Bitte verstehen Sie mich nicht falsch: ich möchte weder die herausgebende Gesellschaft noch die konkrete Anleihe in ein schlechtes Licht rücken. Ich möchte nur nicht, dass Sie in einigen Jahren in meiner Kanzlei sitzen und mir erzählen, dass Sie der Meinung waren, in ein sicheres, festverzinsliches Wertpapier zu investieren.

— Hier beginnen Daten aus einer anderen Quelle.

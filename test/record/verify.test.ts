/**
 * `sojourn verify` as an audit that trusts nothing in the report folder (issue 12, class 5),
 * through the built command line (`npm run build` first): the page is made again from the recorded
 * inputs and compared byte for byte, record entries that lead outside the report folder or the
 * inputs' folder are not read, named pipes are never opened, and a damaged record.json gets a
 * catalogue message. Every run has a time limit: a verify that opened a pipe would wait for ever.
 *
 * The study is invented (a bike repair shop, hand-made rows); every expected text comes from the
 * message catalogue (src/messages/verify.ts).
 */
import { spawnSync } from "node:child_process";
import { createHash } from "node:crypto";
import { cpSync, mkdirSync, readFileSync, rmSync, symlinkSync, writeFileSync } from "node:fs";
import { join } from "node:path";
import { fileURLToPath } from "node:url";
import { beforeAll, describe, expect, it } from "vitest";
import { csv, tempFolder } from "../helpers/tempStudy.js";
import * as msg from "../../src/messages/verify.js";
import { findChrome } from "../../src/report/pdf.js";

const MAIN = fileURLToPath(new URL("../../dist/cli/main.js", import.meta.url));

function sojourn(args: string[]): { status: number | null; stdout: string; stderr: string } {
  const r = spawnSync(process.execPath, [MAIN, ...args], { encoding: "utf8", timeout: 60_000, env: { ...process.env, SOURCE_DATE_EPOCH: "1780000000" } });
  return { status: r.status, stdout: r.stdout, stderr: r.stderr };
}

const MANIFEST = `title: Bike repair shop
time_unit: h
scenarios:
  - {name: weekday, end: 10, runs: "runs/*.csv"}
measures:
  - {name: queue, kind: level, series: waiting}
  - {name: fix_time, kind: observation, series: fix}
`;

let study: string;
const sha = (b: Buffer | string) => createHash("sha256").update(b).digest("hex");

/** A fresh copy of the study folder with its report in `report/`. */
function copy(): string {
  const dir = tempFolder({});
  cpSync(study, dir, { recursive: true });
  return dir;
}

function editRecord(dir: string, edit: (r: Record<string, unknown>) => unknown): void {
  const p = join(dir, "report", "record.json");
  const r = JSON.parse(readFileSync(p, "utf8")) as Record<string, unknown>;
  const out = edit(r);
  writeFileSync(p, JSON.stringify(out === undefined ? r : out, null, 2));
}

/** The verdict line of an item: [ok, detail]. */
function line(stdout: string, item: string): [boolean, string] | null {
  for (const l of stdout.split("\n")) {
    const m = /^(ok|FAILED)\s+(.*?): (.*)$/.exec(l);
    if (m !== null && m[2] === item) return [m[1] === "ok", m[3]];
  }
  return null;
}

beforeAll(() => {
  const files: Record<string, string> = { "study.yaml": MANIFEST };
  for (let k = 1; k <= 3; k++) {
    files[`runs/day-${k}.csv`] = csv([[0, "waiting", k], [1 + k / 10, "fix", 0.5 * k], [2, "waiting", k + 1], [4, "fix", 1 + k / 4], [5, "waiting", 0]]);
  }
  study = tempFolder(files);
  const r = sojourn(["report", join(study, "study.yaml"), "--out", join(study, "report"), "--quiet"]);
  expect(r.status, r.stderr).toBe(0);
}, 120_000);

Wer sich mit den vorgenannten Risiken (und den weiteren im Prospekt genannten Risiken) beschäftigt und bereit ist, diese einzugehen, der soll das Wertpapier kaufen. Mir scheint das Ganze nur  nicht gerade ein Ausbund an Transparenz zu sein. Schon die Tatsache, dass man das Ding nicht über die eigene Bank, sondern nur am Telefon erwerben kann, wirkt auf mich nicht gerade seriös. Erstaunlich ist auch, dass die Gesellschaft, die ihren Sitz in der Nähe von Frankfurt am Main, einer Stadt mit über 200 Banken, hat, die Anleihe über eine kaum bekannte Bank aus Bremen emittiert. Für alles mag es gute Gründe geben. Sie erschließen sich nur nicht auf den ersten Blick.

Mein Fazit: Wenn Sie Risikokapital oder Spielgeld anlegen möchten, dann gerne. Wenn Sie eine sichere festverzinsliche Anlage suchen, dann sollten Sie sich vielleicht nach Alternativen umsehen.